Animal  studies  suggest  that  an  effector  cell  in  the  brain  which  releases  the  chemical messenger  glutamate  can  stimulate  the  receptor  cell  with  this  chemical  to  release nitric  oxide.  If  it  is  strongly  stimulated,  the  receptor  sends  back  a  nitric  oxide molecule  to  tell  the  sender  that  the  message  has  been  received,  and  programmes  it to  send  an  even  stronger  signal  next  time  –  the  phenomenon  of  long  term potentiation  that  is  thought  to  be  linked  to  memory  formation. Nitric  oxide  produced  in  the  brain  by  the  neuronal  form  of  the  nitric  oxide  synthase acts  as  a  chemical  messenger  at  the  synapses.  The  in-vitro  and  animal  experiments showing  the  role  of  neuronal  nitric  oxide  in  memory  has  opened  a  new  approach  to studies  of  Alzheimers,  Parkinsons  and  other  neurological  disorders.

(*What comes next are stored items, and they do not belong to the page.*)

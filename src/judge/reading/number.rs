//! Integers in two's complement: the words of the judge.
//!
//! A [`Number`] knows its least and largest value (derived here, from the domains up) and has just the bits that these
//! need, the last one being the sign. Sums ripple a carry through majorities, comparisons read the sign of a
//! difference, products shift and add, quotients come from restoring long division (all of them textbook methods; D.
//! Knuth, "The Art of Computer Programming", volume 2, section 4.3.1, from memory). A number that counts truths also
//! keeps its [`unary`](super::unary) form, and comparisons use that where they can.
//!
//! Bits whose code lies outside a domain may give any value here: the reading refuses such codes by another conjunct.

use crate::judge::reading::graph::{Graph, Signal};
use crate::judge::reading::unary;

/// An integer over the bits of a problem.
#[derive(Clone, PartialEq, Eq, Debug)]
pub(crate) struct Number {
    bits: Vec<Signal>,
    lo: i128,
    hi: i128,
    /// Entry `k` says "greater than `k`"; only for a number from 0 to its length.
    unary: Option<Vec<Signal>>,
}

/// The bits of two's complement that hold everything from `lo` to `hi`.
fn width(lo: i128, hi: i128) -> usize {
    let one = |value: i128| 129 - (if value < 0 { !value } else { value }).leading_zeros() as usize;
    one(lo).max(one(hi))
}

impl Number {
    /// A constant.
    pub(crate) fn constant(value: i128) -> Self {
        let bits = (0..width(value, value)).map(|at| Signal::constant(value >> at & 1 == 1)).collect();
        Self { bits, lo: value, hi: value, unary: None }
    }

    /// The number in these bits, which is known to lie between `lo` and `hi`; bits that this makes needless are cut.
    fn within(mut bits: Vec<Signal>, lo: i128, hi: i128) -> Self {
        if lo == hi {
            return Self::constant(lo);
        }
        let width = width(lo, hi);
        let sign = *bits.last().expect("a word has a sign");
        bits.resize(bits.len().max(width), sign);
        bits.truncate(width);
        Self { bits, lo, hi, unary: None }
    }

    /// `base` plus the code in these bits, low bit first; the code is at most `last`.
    pub(crate) fn from_code(graph: &mut Graph, code: &[Signal], base: i128, last: u64) -> Self {
        let mut bits = code.to_vec();
        bits.push(Signal::NO);
        let code = Self::within(bits, 0, last.into());
        code.plus(graph, &Self::constant(base))
    }

    /// How many of these hold.
    pub(crate) fn count(graph: &mut Graph, truths: &[Signal]) -> Self {
        let sorted = unary::sort(graph, truths);
        let mut bits = unary::to_binary(graph, &sorted);
        bits.push(Signal::NO);
        let hi = sorted.len() as i128;
        Self { unary: Some(sorted), ..Self::within(bits, 0, hi) }
    }

    /// The unary form, where the number has one: entry `k` says "greater than `k`".
    pub(crate) fn unary(&self) -> Option<&[Signal]> {
        self.unary.as_deref()
    }

    /// The least value.
    pub(crate) fn lo(&self) -> i128 {
        self.lo
    }

    /// The largest value.
    pub(crate) fn hi(&self) -> i128 {
        self.hi
    }

    fn is_constant(&self) -> bool {
        self.lo == self.hi
    }

    /// The bit at this place, the sign repeated beyond the last one.
    fn bit(&self, at: usize) -> Signal {
        self.bits[at.min(self.bits.len() - 1)]
    }

    fn sign(&self) -> Signal {
        self.bits[self.bits.len() - 1]
    }

    fn extended(&self, width: usize) -> Vec<Signal> {
        (0..width).map(|at| self.bit(at)).collect()
    }

    /// The sum.
    pub(crate) fn plus(&self, graph: &mut Graph, other: &Self) -> Self {
        let (lo, hi) = (self.lo + other.lo, self.hi + other.hi);
        let width = width(lo, hi);
        let bits = add(graph, &self.extended(width), &other.extended(width), Signal::NO);
        Self::within(bits, lo, hi)
    }

    /// Minus this.
    pub(crate) fn negated(&self, graph: &mut Graph) -> Self {
        let (lo, hi) = (-self.hi, -self.lo);
        let inverted: Vec<Signal> = self.extended(width(lo, hi)).iter().map(|&bit| !bit).collect();
        let zero = vec![Signal::NO; inverted.len()];
        let bits = add(graph, &inverted, &zero, Signal::YES);
        Self::within(bits, lo, hi)
    }

    /// The size without the sign.
    pub(crate) fn abs(&self, graph: &mut Graph) -> Self {
        if self.lo >= 0 {
            return self.clone();
        }
        let hi = self.lo.abs().max(self.hi.abs());
        let lo = if self.hi < 0 { -self.hi } else { 0 };
        let sign = self.sign();
        let flipped: Vec<Signal> = self.extended(width(lo, hi)).iter().map(|&bit| graph.odd(bit, sign)).collect();
        let zero = vec![Signal::NO; flipped.len()];
        let bits = add(graph, &flipped, &zero, sign);
        Self::within(bits, lo, hi)
    }

    /// The product.
    pub(crate) fn times(&self, graph: &mut Graph, other: &Self) -> Self {
        // A truth as a factor keeps the other or drops it.
        for (factor, of) in [(self, other), (other, self)] {
            if (factor.lo, factor.hi) == (0, 1) {
                return Self::choose(graph, factor.bits[0], of, &Self::constant(0));
            }
        }
        let by_width = |number: &Self| (!number.is_constant(), number.bits.len());
        let (by, of) = if by_width(self) <= by_width(other) { (self, other) } else { (other, self) };
        let ends = [by.lo * of.lo, by.lo * of.hi, by.hi * of.lo, by.hi * of.hi];
        let lo = ends.into_iter().fold(i128::MAX, i128::min);
        let hi = ends.into_iter().fold(i128::MIN, i128::max);
        // Everything is done modulo 2^width, so the sign of `by` weighs -2^(its place).
        let width = width(lo, hi);
        let mut sum = vec![Signal::NO; width];
        for (place, &bit) in by.bits.iter().enumerate().take(width) {
            let is_sign = place + 1 == by.bits.len();
            let shifted = (0..width).map(|at| if at < place { Signal::NO } else { of.bit(at - place) });
            let part: Vec<Signal> = shifted.map(|of| graph.and(of, bit) ^ is_sign).collect();
            // A part under a bit that is never set adds nothing, the negated one included.
            if bit != Signal::NO {
                sum = add(graph, &sum, &part, Signal::constant(is_sign));
            }
        }
        Self::within(sum, lo, hi)
    }

    /// The quotient by a positive constant, rounded down, and the remainder.
    ///
    /// For a negative number `a`, `~a = -a - 1` is not negative, and `a = by * ~q + (by - 1 - r)` where `q` and `r` are
    /// the quotient and the remainder of `~a`; both cases share one division.
    pub(crate) fn divided(&self, graph: &mut Graph, by: i64) -> (Self, Self) {
        let by = i128::from(by);
        let (q_lo, q_hi) = (self.lo.div_euclid(by), self.hi.div_euclid(by));
        if q_lo == 0 && q_hi == 0 {
            return (Self::constant(0), self.clone());
        }
        let (r_lo, r_hi) = if q_lo == q_hi { (self.lo.rem_euclid(by), self.hi.rem_euclid(by)) } else { (0, by - 1) };
        let sign = self.sign();
        let size: Vec<Signal> = self.bits[..self.bits.len() - 1].iter().map(|&bit| graph.odd(bit, sign)).collect();
        let (quotient, rest) = divide(graph, &size, by);
        let mut quotient: Vec<Signal> = quotient.iter().map(|&bit| graph.odd(bit, sign)).collect();
        quotient.push(sign);
        // by - 1 - r = by + ~r, modulo 2^width.
        let inverted: Vec<Signal> = rest.iter().map(|&bit| !bit).collect();
        let mirrored = add(graph, &inverted, &Self::constant(by).extended(rest.len()), Signal::NO);
        let mut remainder: Vec<Signal> =
            rest.iter().zip(mirrored).map(|(&plain, mirrored)| graph.choose(sign, mirrored, plain)).collect();
        remainder.push(Signal::NO);
        (Self::within(quotient, q_lo, q_hi), Self::within(remainder, r_lo, r_hi))
    }

    /// `yes` where the condition holds, else `no`.
    pub(crate) fn choose(graph: &mut Graph, condition: Signal, yes: &Self, no: &Self) -> Self {
        match condition.as_constant() {
            Some(true) => return yes.clone(),
            Some(false) => return no.clone(),
            None => {}
        }
        let (lo, hi) = (yes.lo.min(no.lo), yes.hi.max(no.hi));
        let bits = (0..width(lo, hi)).map(|at| graph.choose(condition, yes.bit(at), no.bit(at))).collect();
        Self::within(bits, lo, hi)
    }

    /// The number whose selector holds; exactly one of them does.
    pub(crate) fn select(graph: &mut Graph, choices: &[(Signal, &Self)]) -> Self {
        let lo = choices.iter().map(|(_, number)| number.lo).min().expect("there is a choice");
        let hi = choices.iter().map(|(_, number)| number.hi).max().expect("there is a choice");
        let bit = |graph: &mut Graph, at| {
            let chosen: Vec<Signal> = choices.iter().map(|(on, number)| graph.and(*on, number.bit(at))).collect();
            graph.any(chosen)
        };
        let bits = (0..width(lo, hi)).map(|at| bit(graph, at)).collect();
        Self::within(bits, lo, hi)
    }

    /// The lesser of the two.
    pub(crate) fn lesser(&self, graph: &mut Graph, other: &Self) -> Self {
        let other_is_less = other.less(graph, self);
        let chosen = Self::choose(graph, other_is_less, other, self);
        Self::within(chosen.bits, self.lo.min(other.lo), self.hi.min(other.hi))
    }

    /// The larger of the two.
    pub(crate) fn larger(&self, graph: &mut Graph, other: &Self) -> Self {
        let self_is_less = self.less(graph, other);
        let chosen = Self::choose(graph, self_is_less, other, self);
        Self::within(chosen.bits, self.lo.max(other.lo), self.hi.max(other.hi))
    }

    /// Whether this is less than the other.
    pub(crate) fn less(&self, graph: &mut Graph, other: &Self) -> Signal {
        if self.hi < other.lo {
            return Signal::YES;
        }
        if self.lo >= other.hi {
            return Signal::NO;
        }
        match (&self.unary, &other.unary) {
            (Some(a), Some(b)) => {
                let beyond = |k: usize| a.get(k).copied().unwrap_or(Signal::NO);
                let steps: Vec<Signal> =
                    b.iter().enumerate().map(|(k, &reached)| graph.and(reached, !beyond(k))).collect();
                graph.any(steps)
            }
            (Some(_), None) if other.is_constant() => !self.at_least(other.lo),
            (None, Some(_)) if self.is_constant() => other.at_least(self.lo + 1),
            _ => {
                let width = self.bits.len().max(other.bits.len()) + 1;
                let inverted: Vec<Signal> = other.extended(width).iter().map(|&bit| !bit).collect();
                let difference = add(graph, &self.extended(width), &inverted, Signal::YES);
                difference[width - 1]
            }
        }
    }

    /// Whether this counting number is at least `bound`.
    fn at_least(&self, bound: i128) -> Signal {
        if bound <= self.lo {
            return Signal::YES;
        }
        if bound > self.hi {
            return Signal::NO;
        }
        self.unary.as_ref().expect("a counting number")[bound as usize - 1]
    }

    /// Whether the two are equal.
    pub(crate) fn equals(&self, graph: &mut Graph, other: &Self) -> Signal {
        if self.is_constant() {
            return other.is(graph, self.lo);
        }
        if other.is_constant() {
            return self.is(graph, other.lo);
        }
        if self.hi < other.lo || other.hi < self.lo {
            return Signal::NO;
        }
        let width = self.bits.len().max(other.bits.len());
        let same: Vec<Signal> = (0..width).map(|at| !graph.odd(self.bit(at), other.bit(at))).collect();
        graph.all(same)
    }

    /// Whether this is the constant.
    pub(crate) fn is(&self, graph: &mut Graph, value: i128) -> Signal {
        if value < self.lo || value > self.hi {
            return Signal::NO;
        }
        if self.unary.is_some() {
            return graph.and(self.at_least(value), !self.at_least(value + 1));
        }
        graph.all(self.bits.iter().enumerate().map(|(at, &bit)| bit ^ (value >> at & 1 == 0)).collect::<Vec<_>>())
    }
}

/// The sum of two words and a carry, modulo 2^width; both words have the same width.
fn add(graph: &mut Graph, a: &[Signal], b: &[Signal], mut carry: Signal) -> Vec<Signal> {
    let mut sum = Vec::with_capacity(a.len());
    for (&a, &b) in a.iter().zip(b) {
        let half = graph.odd(a, b);
        sum.push(graph.odd(half, carry));
        carry = graph.most(a, b, carry);
    }
    sum
}

/// Restoring long division of a number that is not negative, low bit first, by a positive constant.
fn divide(graph: &mut Graph, size: &[Signal], by: i128) -> (Vec<Signal>, Vec<Signal>) {
    // The rest is below `by`; shifted by one bit it is below `2 by`, and one bit more holds the sign of a difference.
    let rest_width = 128 - (by - 1).leading_zeros() as usize;
    let minus: Vec<Signal> = Number::constant(by).extended(rest_width + 2).iter().map(|&bit| !bit).collect();
    let mut rest = vec![Signal::NO; rest_width];
    let mut quotient = vec![Signal::NO; size.len()];
    for at in (0..size.len()).rev() {
        let mut shifted = vec![size[at]];
        shifted.extend_from_slice(&rest);
        shifted.push(Signal::NO);
        let difference = add(graph, &shifted, &minus, Signal::YES);
        let fits = !difference[rest_width + 1];
        quotient[at] = fits;
        rest = (0..rest_width).map(|at| graph.choose(fits, difference[at], shifted[at])).collect();
    }
    (quotient, rest)
}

Too  much  nitric  oxide,  on  the  other  hand,  may  be  responsible  for  killing  brain  cells  in conditions  such  as  stroke.

In  yet  another  role,  nitric  oxide  helps  the  immune  system’s  macrophages,  the  cells  in the  body  that  are  activated  in  injury  and  illness  to  get  rid  of  debris,  when  they  seek out  invading  bacteria  or  cancer  cells  to  destroy.  As  the  “bin  men”  of  the  immune system,  the  macrophages  use  the  cytotoxic  properties  of  nitric  oxide  to  sweep  up parasites,  bacteria  and  other  potentially  infectious  rubbish.

Eddy  Liew’s  work  on  the  role  of  nitric  oxide  in  the  immune  system  shows  the molecule  will  destroy  many  organisms  that  are  difficult  to  kill  by  other  means.  And his  group  has  demonstrated  the  susceptibility  to  nitric  oxide  of  the  vicious  parasite that  causes  Leishmaniasis,  a  group  of  potentially  fatal  tropical  diseases  caused  byparasites  transmitted  by  the  bite  of  sandflies.

Treatment  with  the  inhibitor  L-NMMA  also  appears  to  block  inflammation  in  the  body associated  with  the  development  of  arthritis  and  kidney  disease.  Moreover,  mice genetically  engineered  not  to  generate  nitric  oxide  during  the  immune  responses display  a  reduced  inflammatory  response.  If  research  now  underway  confirms  the scientists’  hypotheses,  the  advances  could  lead  rapidly  to  a  new  class  of  drugs  to control  inflammatory  diseases  that  are  classified  as  auto-immune  diseases  because the  affected  tissue  is  under  continual  attack  by  its  own  immune  system. Research  on  nitric  oxide,  its  physiological  and  pathological  roles  and  clinical  potential is  currently  one  of  the  most  exciting  sources  of  knowledge  in  biology.